Viver é o verbo que mais se usa com a expressão "ao deus-dará", mas ela pode ser usada em qualquer frase onde o sentido seja "ao léu".


----------



## GamblingCamel

Macunaíma said:


> Viver é o verbo que mais se usa com a expressão "ao deus-dará", mas ela pode ser usada em qualquer frase onde o sentido seja "ao léu".



LÉU
1. Ociosidade (laziness), inércia.
2. Ensejo, oportunidade: Teve léu suficiente para conhecer toda a região.

AO LÉU
1 Pop. À toa, ao acaso (chance, luck): Foi andando sem destino, ao léu.
2 Sem cobertura: Ia com a cabeça ao léu, os cabelos revoltos.

À TOA = not worthwhile; ficar à toa = to laze around


----------



## Marzelo

GamblingCamel said:


> " ...este blog vai ficar ao *D*eus dará até o carnaval passar."



Fazendo um pouco de graça. _(É contra as regras Vanda?)_

Se esta frase tivesse sido escrita por atendente de telemarketing, ela ficaria assim: _Este blog vair estar ficando ao *D*eus vai estar dando!
_​.


----------



## Tagarela

Gambling,
Aproveitando a oportunidade, quais seriam as expressões equivalentes em inglês?


----------



## GOODVIEW

Marzelo said:


> Fazendo um pouco de graça. _(É contra as regras Vanda?)_
> 
> Se esta frase tivesse sido escrita por atendente de telemarketing, ela ficaria assim: _Este blog vair estar ficando ao *D*eus vai estar dando!
> _​.



 A gerundização da fé...


----------



## GamblingCamel

Tagarela said:


> Gambling,
> Aproveitando a oportunidade, quais seriam as expressões equivalentes em inglês?

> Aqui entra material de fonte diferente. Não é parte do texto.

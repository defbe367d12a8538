using SwitchTag.Core.Languages;
using SwitchTag.Core.Text;
using System.Collections.Frozen;

namespace SwitchTag.Lexicon.NameLists;

/// <summary>Prepositions that put the next name in a place ("w Tarnowie", "nach Wien", "из Лиды"),
/// folded, every language at once (models/lexicon/place-prepositions.tsv, written by hand), less the
/// words a language uses for "at someone's" (<see cref="PersonsOnly"/>: Czech "u Kolářových" is at the
/// Kolářs', though Croatian "u" is "in").</summary>
public sealed record PlacePrepositions(FrozenSet<string> Words)
{
    public static PlacePrepositions Empty { get; } = new(FrozenSet<string>.Empty);

    /// <summary>Language code to the folded words that take persons there (the file's rows whose
    /// language is written "code:persons").</summary>
    public FrozenDictionary<string, FrozenSet<string>> PersonsOnly { get; init; } = FrozenDictionary<string, FrozenSet<string>>.Empty;

    /// <summary>Whether the word of <paramref name="text"/> just before <paramref name="nameStart"/>
    /// (one space between) is such a preposition, itself not inside a name ("Maria de Souza": a
    /// capitalised word before "de" mid-sentence makes "de" a name particle), and not one that takes
    /// persons in <paramref name="language"/>, the language of the name's stretch.</summary>
    public bool Precedes(string text, int nameStart, LanguageCode language = default)
    {
        int end = nameStart - 1;
        if (end < 1 || text[end] != ' ') return false;
        int start = end;
        while (start > 0 && char.IsLetter(text[start - 1])) start--;
        var word = NameFolding.Fold(text[start..end]);
        if (start == end || !Words.Contains(word)) return false;
        if (PersonsOnly.TryGetValue(language.Code, out var persons) && persons.Contains(word)) return false;
        int before = start - 1;
        if (before < 1 || text[before] != ' ') return true;
        int prev = before;
        while (prev > 0 && char.IsLetter(text[prev - 1])) prev--;
        return prev == before || !char.IsUpper(text[prev]) || TextPosition.IsSentenceStart(text, prev);
    }

    internal static PlacePrepositions Load(string lexiconDir)
    {
        var rows = LexiconTsv.Rows(Path.Combine(lexiconDir, "place-prepositions.tsv")).Where(r => r.Length > 1).ToList();
        const string Persons = ":persons";
        return new(rows.Where(r => !r[0].EndsWith(Persons, StringComparison.Ordinal))
            .SelectMany(r => LexiconTsv.Alternatives(r[1]))
            .Select(NameFolding.Fold)
            .ToFrozenSet(StringComparer.Ordinal))
        {
            PersonsOnly = rows.Where(r => r[0].EndsWith(Persons, StringComparison.Ordinal))
                .GroupBy(r => r[0].Trim()[..^Persons.Length])
                .ToFrozenDictionary(g => g.Key, g => g.SelectMany(r => LexiconTsv.Alternatives(r[1])).Select(NameFolding.Fold).ToFrozenSet(StringComparer.Ordinal), StringComparer.Ordinal),
        };
    }
}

I've taken cues from V. and Mac, but probably, I'm off the mark somewhat. Please improve.

Este blog vai ficar ao deus dará -- this blog will go unattended

A escola está ao deus-dará  -- (economic difficulties) going through hard times, existing/living hand to mouth, paycheck to paycheck

Eu vivo ao Deus dará -- (as an approach to life, AO LÉU) to throw care to the wind; to live day by day, on the spur of the moment, free as a bird; 
to be like a rolling stone; living on luck, by the seat of one's pants; to take what comes; to laze around, be chill, go with the flow

Viver na dependência da providência divina (religious) to live according to God's will


----------



## MPA

Chegando meio atrasado, mas chegando...

Ouvi uma vez de um amigo uma suposta origem da expressão:
Antigamente quando havia algum mendigo perto da entrada duma igreja, eles pediam esmola para quem passasse por ali e essas pessoas respondiam "Deus dará".

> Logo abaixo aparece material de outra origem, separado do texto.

using System.Collections.Immutable;
using System.Diagnostics;
using System.Globalization;
using SwitchTag.Core.Pipeline;
using SwitchTag.Core.Text;
using SwitchTag.Formats;
using SwitchTag.Pipeline;

/// <summary>Whole <c>switchtag index</c> runs (<see cref="IndexRun"/>, one worker, models loaded inside
/// the timed run as on the command line) over <see cref="StressInputs"/>, each case in a child process
/// of its own so its peak working set is its own. The demo set is run with and without the 100k-row
/// decisions file, so the difference is what the decisions cost.</summary>
internal static class StressCases
{
    private static readonly (string Name, string[] Files, string? Decisions)[] Cases =
    [
        ("one turn 10 cues", ["turn10.vtt"], null),
        ("one turn 50k cues", ["turn50k.vtt"], null),
        ("one turn 200k cues", ["turn200k.vtt"], null),
        ("one line 10 MB", ["line10mb.txt"], null),
        ("demo set", [], null),
        ("demo set + 100k decisions", [], "decisions100k.csv"),
    ];

    /// <summary>Writes every generated input into <paramref name="dir"/>, for runs of the command itself.</summary>
    public static void WriteInputs(string dir)
    {
        Directory.CreateDirectory(dir);
        foreach (var name in Cases.SelectMany(c => c.Files.Append(c.Decisions)).OfType<string>().Distinct())
            File.WriteAllText(Path.Combine(dir, name), Make(name));
    }

    private static string Make(string name) => name switch
    {
        "turn10.vtt" => StressInputs.OneTurn(10),
        "turn50k.vtt" => StressInputs.OneTurn(50_000),
        "turn200k.vtt" => StressInputs.OneTurn(200_000),
        "line10mb.txt" => StressInputs.OneLine(10_000_000),
        "decisions100k.csv" => StressInputs.Decisions(100_000, ["esposito-2011", "ferreira-2003", "kowalczyk-1998", "lindner-1987"]),
        _ => throw new ArgumentException(name),
    };

    public static int RunAll(string demo, string[] only)
    {
        var seconds = new Dictionary<string, double>();
        var peaks = new Dictionary<string, double>();
        Console.WriteLine("case\tinput_MB\twords\tseconds\tcpu_seconds\twords_per_s\tpeak_working_set_MB\tresult");
        foreach (var (name, _, _) in Cases.Where(c => only.Length == 0 || only.Contains(c.Name)))
        {
            var start = new ProcessStartInfo(Environment.ProcessPath!, [demo, "--case", name]) { RedirectStandardOutput = true };
            using var child = Process.Start(start)!;
            string line = child.StandardOutput.ReadToEnd().TrimEnd();
            child.WaitForExit();
            Console.WriteLine(line);
            if (child.ExitCode != 0) continue;
            seconds[name] = double.Parse(line.Split('\t')[3], CultureInfo.InvariantCulture);
            peaks[name] = double.Parse(line.Split('\t')[6], CultureInfo.InvariantCulture);
        }
        if (seconds.TryGetValue("one turn 50k cues", out double t50) && seconds.TryGetValue("one turn 200k cues", out double t200))
            Console.WriteLine(string.Create(CultureInfo.InvariantCulture, $"one turn, 200k cues / 50k cues time ratio: {t200 / t50:0.00} (linear: 4)"));
        // The 10-cue turn's peak is what loading the models costs; the 200k-cue turn's target is 500 MB.
        if (peaks.TryGetValue("one turn 10 cues", out double p10) && peaks.TryGetValue("one turn 200k cues", out double p200))
            Console.WriteLine(string.Create(CultureInfo.InvariantCulture, $"one turn, 200k cues peak working set: {p200:0} MB, {p200 - p10:0} MB over the 10-cue turn's {p10:0} MB (target: 500 MB in all)"));
        if (seconds.TryGetValue("demo set", out double d0) && seconds.TryGetValue("demo set + 100k decisions", out double d1))
            Console.WriteLine(string.Create(CultureInfo.InvariantCulture, $"100k decisions add {d1 - d0:0.00} s"));
        return 0;
    }

    /// <summary>One case's first input through the stages one by one (as <see cref="IndexPipeline.Run"/>
    /// chains them), with each stage's seconds, the bytes it allocated and the working set after it:
    /// where a case's time and memory go.</summary>
    public static int RunStages(string name)
    {
        var (_, files, _) = Cases.Single(c => c.Name == name);
        if (files.Length == 0) { Console.Error.WriteLine($"{name}: no generated input"); return 2; }
        var build = new IndexPipelineBuilder().UseShippedModels(SwitchTag.Tagging.TaggingMode.RulesThenModel).Build();
        var pipeline = build.Pipeline ?? throw new InvalidOperationException(build.Error);
        string dir = Path.Combine(Path.GetTempPath(), "switchtag-stress-" + Guid.NewGuid().ToString("N"));
        Directory.CreateDirectory(dir);
        try
        {
            string path = Path.Combine(dir, files[0]);
            File.WriteAllText(path, Make(files[0]));
            var clock = Stopwatch.StartNew();
            long allocated = GC.GetTotalAllocatedBytes();
            void Report(string stage)
            {
                long now = GC.GetTotalAllocatedBytes();
                Console.WriteLine(string.Create(CultureInfo.InvariantCulture,
                    $"{stage,-10}\t{clock.Elapsed.TotalSeconds,8:0.00} s\tallocated {(now - allocated) / 1048576.0,8:0} MB\tworking set {Process.GetCurrentProcess().WorkingSet64 / 1048576.0,6:0} MB\tpeak {Process.GetCurrentProcess().PeakWorkingSet64 / 1048576.0,6:0} MB"));
                allocated = now;
                clock.Restart();
            }
            var transcript = pipeline.Read(path).Transcript!;
            Report("read");
            var turns = TurnBuilder.Build(transcript);
            Report("turns");
            var languages = pipeline.Languages.SegmentInterview(turns, null);
            Report("languages");
            var mentions = turns.SelectMany((t, i) => pipeline.Names.Tag(t.Id, t.Text, languages.Spans[i])).ToImmutableArray();
            Report("names");
            var index = new SwitchTag.Indexing.IndexBuilder(pipeline.Lexicon, pipeline.Decisions, checkLanguageBelow: SwitchTag.LanguageId.Interview.StretchCalibration.CheckBelow)
                .Build(transcript, turns, languages.MainLanguage, languages.Spans, mentions);
            Report("index");
            pipeline.Write(index, Path.Combine(dir, "out"));
            Report("write");
            return 0;
        }
        finally
        {
            Directory.Delete(dir, recursive: true);
        }
    }

    public static int RunCase(string demo, string name)
    {
        var (_, files, decisions) = Cases.Single(c => c.Name == name);
        string dir = Path.Combine(Path.GetTempPath(), "switchtag-stress-" + Guid.NewGuid().ToString("N"));
        Directory.CreateDirectory(dir);
        try
        {
            string[] paths = files.Length == 0 ? [demo] : files.Select(f => Path.Combine(dir, f)).ToArray();
            long bytes = 0;
            foreach (var f in files) { File.WriteAllText(Path.Combine(dir, f), Make(f)); bytes += new FileInfo(Path.Combine(dir, f)).Length; }
            if (files.Length == 0) bytes = Directory.EnumerateFiles(demo).Sum(f => new FileInfo(f).Length);
            string? decisionsPath = decisions is null ? null : Path.Combine(dir, decisions);
            if (decisionsPath is not null) File.WriteAllText(decisionsPath, Make(decisions!));
            GC.Collect();

            double cpuBefore = Process.GetCurrentProcess().TotalProcessorTime.TotalSeconds;
            var clock = Stopwatch.StartNew();
            var request = IndexRequest.From(paths, Path.Combine(dir, "out"), null, null, "default", null, decisionsPath, out string? usage)
                ?? throw new InvalidOperationException(usage);
            var result = IndexRun.Execute(request with { Jobs = 1 }, TextWriter.Null);
            double seconds = clock.Elapsed.TotalSeconds;
            double cpu = Process.GetCurrentProcess().TotalProcessorTime.TotalSeconds - cpuBefore;
            double peak = Process.GetCurrentProcess().PeakWorkingSet64 / (1024.0 * 1024);

            long words = TranscriptFile.Expand(paths, []).Sum(f => TurnBuilder.Build(TranscriptFile.Read(f).Transcript!).Sum(t => (long)WordCount.Of(t.Text)));
            Console.WriteLine(string.Create(CultureInfo.InvariantCulture,
                $"{name}\t{bytes / 1e6:0.0}\t{words}\t{seconds:0.00}\t{cpu:0.00}\t{words / seconds:0}\t{peak:0}\t{result}"));
            return 0;
        }
        finally
        {
            Directory.Delete(dir, recursive: true);
        }
    }
}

Bem, pelo menos para mim faz sentido.


----------



## GamblingCamel

MPA said:


> Bem, pelo menos para mim faz sentido.


Faz sentido também para Tio Patinhas.


----------



## Joca

Macunaíma said:


> Viver é o verbo que mais se usa com a expressão "ao deus-dará", mas ela pode ser usada em qualquer frase onde o sentido seja "ao léu".


 

Viver ao Deus-dará me lembra outra expressão parecida: viver de brisa.

E por extensão, esses famigerados e felicíssimos versos do grande Manuel Bandeira:


_BRISA

Vamos viver no Nordeste, Anarina.
Deixarei aqui meus amigos, meus livros, minhas riquezas, minha vergonha.
Deixarás aqui tua filha, tua avó, teu marido, teu amante.

Aqui faz muito calor.
No Nordeste faz calor também.
Mas lá tem brisa:
Vamos viver de brisa, Anarina._


----------



## utrehou

"Mas aí que está: esta história não tem nenhuma técnica, nem de estilo, ela é *ao deus-dará*."

Does anyone have a good suggestion for this last part? It would be great to think of something that includes "deus" ...


----------



## Vós

Um coisa feita de maneira leviana, sem cuidado, sem esmero ou ésmero? Como se escreve?

Explicando melhor: A expressão é como se quisesse falar, não tiveram nenhum planejamento, a agora está na mão de Deus.


----------



## Vanda

ao deus-dará - http://www.wordreference.com/pten/ao deus- dará


----------



## Johannes

This blog will be in His Hands until carnaval has come to pass / is over ?


----------



## mglenadel

"Ao Deus-dará" is an eminently informal expression, so "O blog vai ficar ao Deus-dará" should mean something "The blog will be 'on blocks'…" (like a car which will be unused for long periods is put on blocks to keep the tires from being damaged). "Ao Deus dará" means that "God shall provide", or "We'll leave everything in God's hands", but with a less serious register, more like "Hakuna Matata".


----------